TASK STATEMENT >> Only those lines in the data below from the line containing "c = cos_coef[k, i]" through the line containing "subject's visits with", both included, should be restated word for word.

DATA TO PROCESS >>
def ground_surface_harmonics(
    air_fit: HarmonicFit,
    n_factor_freezing: np.ndarray | float = 0.7,
    n_factor_thawing: np.ndarray | float = 1.4,
    n_days: int = 365,
    cells_per_pass: int = 16384,
) -> HarmonicFit:
    """Harmonic fit of the ground-surface cycle implied by an air-temperature fit.

    The periodic analytic solution needs the cycle at the ground surface. The daily air
    cycle of ``air_fit`` (one period, ``n_days`` samples at step midpoints, as in
    :func:`freezethaw.daily_forcing_from_harmonics`) is turned into ground-surface
    temperature with :func:`surface_temperature_n_factor` and refitted with as many
    harmonics as ``air_fit`` has (least squares on equally spaced samples of one period:
    the discrete Fourier coefficients). The mean is the mean of the daily ground-surface
    values, so ``mean = (n_t I_t - n_f I_f) / P`` with the air thawing and freezing
    indices I_t, I_f over one period P. The kink at 0 degC moves a little of the cycle
    into higher harmonics, which the refit leaves out, as a fit of the same order to
    measured ground-surface temperatures would. Cells are done in passes of
    ``cells_per_pass`` to bound memory (n_days x cells float64 per pass).

    Parameters
    ----------
    air_fit : Harmonic fit of the air-temperature cycle, cells ``(n,)``. [degC, K]
    n_factor_freezing : Freezing n-factor, ``(n,)`` or scalar. [1]
    n_factor_thawing : Thawing n-factor, ``(n,)`` or scalar. [1]
    n_days : Samples per year. [1]
    cells_per_pass : Cells per pass. [1]

    Returns
    -------
    HarmonicFit of the ground-surface temperature, same shapes as ``air_fit``.

    References
    ----------
    Lunardini, V. J. (1978). Theory of n-factors and correlation of data. Proc. 3rd
        Int. Conf. on Permafrost, Edmonton, 40-46.
    """
    mean = np.asarray(air_fit.mean, dtype=np.float64)
    cos_c = np.asarray(air_fit.cos_coef, dtype=np.float64)
    sin_c = np.asarray(air_fit.sin_coef, dtype=np.float64)
    n = mean.shape[0]
    n_f = np.broadcast_to(np.asarray(n_factor_freezing, dtype=np.float64), (n,))
    n_t = np.broadcast_to(np.asarray(n_factor_thawing, dtype=np.float64), (n,))
    out_mean = np.empty(n)
    out_cos = np.empty_like(cos_c)
    out_sin = np.empty_like(sin_c)
    for i0 in range(0, n, cells_per_pass):
        sl = slice(i0, min(n, i0 + cells_per_pass))
        air = freezethaw.daily_forcing_from_harmonics(mean[sl], cos_c[:, sl], sin_c[:, sl],
                                                      n_days)
        ground = surface_temperature_n_factor(air, n_f[sl], n_t[sl])
        out_mean[sl], out_cos[:, sl], out_sin[:, sl] = freezethaw._fit_harmonics(
            ground, cos_c.shape[0])
    return HarmonicFit(out_mean, out_cos, out_sin)


@elementwise()
def latent_heat_volumetric(water_m3m3: np.ndarray | float) -> np.ndarray:
    """Latent heat of the pore water per unit volume of ground ``rho_w L_f theta``.

    Parameters
    ----------
    water_m3m3 : Freezable water content. [m3 m-3]

    Returns
    -------
    Volumetric latent heat. [J m-3]
    """
    return np.asarray(water_m3m3, dtype=np.float64) * (
        WATER_DENSITY_KG_M3 * LATENT_HEAT_FUSION_J_KG
    )


def freezing_index_per_winter(
    daily_degC: np.ndarray, steps_per_winter: int = 365, dt_days: float = 1.0
) -> tuple[np.ndarray, np.ndarray]:
    """Freezing index and freezing-season length of each winter.

    The series is cut into consecutive windows of ``steps_per_winter`` steps (the
    caller aligns window starts with the warm season, e.g. July 1st in the northern
    hemisphere); each window's freezing index is the sum of degree-days below
    0 degC, ``sum max(0, -T) dt``, and its length the number of days below 0 degC.

    Parameters
    ----------
    daily_degC : Surface temperature, ``(steps_per_winter * W, *cells)``. [degC]
    steps_per_winter : Steps per window. [1]
    dt_days : Step length. [d]

    Returns
    -------
    (freezing_index ``(W, *cells)`` [degC d], freezing_days ``(W, *cells)`` [d])
    """
    t = np.asarray(daily_degC, dtype=np.float64)
    if t.shape[0] % steps_per_winter:
        raise ValueError("the series must be whole windows of steps_per_winter steps")
    w = t.reshape((t.shape[0] // steps_per_winter, steps_per_winter) + t.shape[1:])
    fi = np.sum(np.maximum(-w, 0.0), axis=1) * dt_days
    days = np.sum(w < 0.0, axis=1) * dt_days
    return fi, days.astype(np.float64)
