def zero_amplitude_depth(
    annual_amplitude_K: ArrayLike, damping_depth_m: ArrayLike, tolerance_K: float = 0.1
) -> NDArray:
    """Depth at which the annual amplitude has decayed to a tolerance, ``d ln(A / tol)``.

    Parameters
    ----------
    annual_amplitude_K : array_like
        Amplitude of the annual harmonic at the surface. [K]
    damping_depth_m : array_like
        Damping depth of the annual harmonic. [m]
    tolerance_K : float, default 0.1
        Amplitude regarded as zero; 0.1 K is about the resolution of field soil
        thermometers (common practice). [K]

    Returns
    -------
    ndarray
        Depth of "zero" annual amplitude; 0 where ``A <= tolerance_K``. [m]

    References
    ----------
    Carslaw, H. S., & Jaeger, J. C. (1959). Conduction of Heat in Solids (2nd ed.).
    Oxford: Clarendon Press. Section 2.6.
    """
    if not tolerance_K > 0:
        raise ValueError(f"tolerance_K must be positive, got {tolerance_K!r}")
    # np.maximum propagates NaN; log(1) = 0 gives depth 0 where A <= tol
    return damping_depth_m * np.log(np.maximum(np.divide(annual_amplitude_K, tolerance_K), 1.0))


def surface_heat_flux_amplitude(
    annual_amplitude_K: ArrayLike,
    conductivity_w_mk: ArrayLike,
    heat_capacity_j_m3k: ArrayLike,
    period_days: float = YEAR_DAYS,
) -> NDArray:
    """Amplitude of the periodic ground heat flux at the surface, ``A sqrt(lambda C omega)``.

    From ``G = -lambda dT/dz`` at z = 0 (downward flux positive) for a surface harmonic
    ``A cos(omega t)``: ``G(t) = A sqrt(lambda C omega) cos(omega t + pi / 4)``, i.e. the
    flux leads the surface temperature by pi / 4 (1/8 of the period, 45.7 days for the
    annual cycle). ``sqrt(lambda C)`` is the thermal effusivity.

    Parameters
    ----------
    annual_amplitude_K : array_like
        Surface amplitude of the harmonic. [K]
    conductivity_w_mk : array_like
        Thermal conductivity. [W m-1 K-1]
    heat_capacity_j_m3k : array_like
        Volumetric heat capacity. [J m-3 K-1]
    period_days : float, default 365.25
        Period of the harmonic. [day]

    Returns
    -------
    ndarray
        Amplitude of the surface heat flux. [W m-2]

    References
    ----------
    Carslaw, H. S., & Jaeger, J. C. (1959). Conduction of Heat in Solids (2nd ed.).
    Oxford: Clarendon Press. Section 2.6.
    """
    omega_rad_s = 2.0 * np.pi / (period_days * SECONDS_PER_DAY)
    return annual_amplitude_K * np.sqrt(conductivity_w_mk * heat_capacity_j_m3k * omega_rad_s)


# --------------------------------------------------------------------------------------
# Extremum search over the year (numba kernels; scalar path one cell at a time, fast
# path over chunks of cells; no large temporaries)
# --------------------------------------------------------------------------------------


@njit(cache=True, nogil=True)
def _coefs_at_depth(cos_coef, sin_coef, i, d, z, a, b):
    """Fill a, b with the damped, lagged coefficients of cell i at depth z."""
    for k in range(cos_coef.shape[0]):
        r = z * math.sqrt(k + 1.0) / d if z > 0.0 else 0.0
        e = math.exp(-r)
        cr = math.cos(r)
        sr = math.sin(r)
        c = cos_coef[k, i]
        s = sin_coef[k, i]
        a[k] = e * (c * cr - s * sr)
        b[k] = e * (c * sr + s * cr)


@njit(cache=True, nogil=True)
def _eval(a, b, t, w):
    """Value and first two time derivatives of sum_n a_n cos(n w t) + b_n sin(n w t)."""
    c1 = math.cos(w * t)
    s1 = math.sin(w * t)
    cn = c1
    sn = s1
    f = 0.0
    f1 = 0.0
    f2 = 0.0
    for k in range(a.shape[0]):
        nw = (k + 1.0) * w
        f += a[k] * cn + b[k] * sn
        f1 += nw * (b[k] * cn - a[k] * sn)
        f2 -= nw * nw * (a[k] * cn + b[k] * sn)
        cn, sn = cn * c1 - sn * s1, sn * c1 + cn * s1
    return f, f1, f2


@njit(cache=True, nogil=True)
def _refine(a, b, t0, v0, t_start, sign, dt, w):
    """Newton on d(sign f)/dt from t_start near sample (t0, v0).

    Stays within +-dt of t0 and never returns worse than the sample itself.
    """
    t = t_start
    f = v0
    fresh = False  # is f the value at t?
    for _ in range(_NEWTON_MAX_ITER):
        f, f1, f2 = _eval(a, b, t, w)
        fresh = True
        if not sign * f2 < 0.0:
            break
        step = -f1 / f2
        if abs(t + step - t0) > dt:
            break
        if abs(step) < _NEWTON_TOL_DAYS:
            # last step taken on the local quadratic model: the extremum value is
            # f - f1**2 / (2 f2) with an error of order (third derivative) * step**3
            t = t + step
            f = f + 0.5 * f1 * step
            break
        t = t + step
        fresh = False
    if not fresh:
        f, _, _ = _eval(a, b, t, w)
    if sign * f >= sign * v0:
        return t, f
    return t0, v0
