def subject_fit_figure(checks, subject, *, look: CohortLook) -> go.Figure:
    """One subject's visits with the population prediction and its own predicted course."""
    title = "One subject: visits and predicted course"
    if subject is None:
        return empty_figure("Click a subject in any view to see its visits and predicted "
                            "course here.", title=title)
    s = checks.subject(subject).sort_values("time", kind="stable")
    if not len(s):
        return empty_figure(f"Subject {subject} is not among the subjects {checks.model} was "
                            "fitted to.", title=title)
    t = s["time"].to_numpy(float)
    hover = f"%{{x:.3g}} {look.time_unit}: %{{y:.4g}}"
    fig = go.Figure()
    fig.add_trace(go.Scatter(x=t, y=s["fitted"].to_numpy(float), mode="lines",
                             name="population prediction (fixed effects)",
                             line={"color": POPULATION_COLOUR, "width": 2.5, "dash": "dash"},
                             hovertemplate="population " + hover + "<extra></extra>"))
    if checks.effect_names:
        fig.add_trace(go.Scatter(x=t, y=s["subject_fitted"].to_numpy(float), mode="lines",
                                 name="own prediction (+ its random effects)",
                                 line={"color": OWN_COLOUR, "width": 3.5},
                                 hovertemplate="own " + hover + "<extra></extra>"))
    if checks.serial:
        fig.add_trace(go.Scatter(x=t, y=s["serial_fitted"].to_numpy(float), mode="lines+markers",
                                 name="own prediction + serial component",
                                 line={"color": SERIAL_COLOUR, "width": 2, "dash": "dot"},
                                 marker={"size": 6},
                                 hovertemplate="with serial " + hover + "<extra></extra>"))
    fig.add_trace(go.Scatter(x=t, y=s["response"].to_numpy(float), mode="markers",
                             name="visits", customdata=s["subject"].to_numpy(dtype=object),
                             marker={"color": pal.HIGHLIGHT_COLOR, "size": 10,
                                     "line": {"color": "#ffffff", "width": 1}},
                             hovertemplate="subject %{customdata}<br>" + hover
                                           + "<extra></extra>"))
    parts = [f"subject {subject}", checks.model, "lines join the predictions at the visits"]
    if not checks.serial:
        parts.append("no serial process in this model")
    _finish(fig, title, subtitle=" · ".join(parts), bottom=100)
    fig.update_xaxes(title_text=look.time_label)
    fig.update_yaxes(title_text=look.response_label)
    return fig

REPLY >>
        c = cos_coef[k, i]
        s = sin_coef[k, i]
        a[k] = e * (c * cr - s * sr)
        b[k] = e * (c * sr + s * cr)


@njit(cache=True, nogil=True)
def _eval(a, b, t, w):
    """Value and first two time derivatives of sum_n a_n cos(n w t) + b_n sin(n w t)."""
    c1 = math.cos(w * t)
    s1 = math.sin(w * t)
    cn = c1
    sn = s1
    f = 0.0
    f1 = 0.0
    f2 = 0.0
    for k in range(a.shape[0]):
        nw = (k + 1.0) * w
        f += a[k] * cn + b[k] * sn
        f1 += nw * (b[k] * cn - a[k] * sn)
        f2 -= nw * nw * (a[k] * cn + b[k] * sn)
        cn, sn = cn * c1 - sn * s1, sn * c1 + cn * s1
    return f, f1, f2


@njit(cache=True, nogil=True)
def _refine(a, b, t0, v0, t_start, sign, dt, w):
    """Newton on d(sign f)/dt from t_start near sample (t0, v0).

    Stays within +-dt of t0 and never returns worse than the sample itself.
    """
    t = t_start
    f = v0
    fresh = False  # is f the value at t?
    for _ in range(_NEWTON_MAX_ITER):
        f, f1, f2 = _eval(a, b, t, w)
        fresh = True
        if not sign * f2 < 0.0:
            break
        step = -f1 / f2
        if abs(t + step - t0) > dt:
            break
        if abs(step) < _NEWTON_TOL_DAYS:
            # last step taken on the local quadratic model: the extremum value is
            # f - f1**2 / (2 f2) with an error of order (third derivative) * step**3
            t = t + step
            f = f + 0.5 * f1 * step
            break
        t = t + step
        fresh = False
    if not fresh:
        f, _, _ = _eval(a, b, t, w)
    if sign * f >= sign * v0:
        return t, f
    return t0, v0
def subject_fit_figure(checks, subject, *, look: CohortLook) -> go.Figure:
    """One subject's visits with the population prediction and its own predicted course."""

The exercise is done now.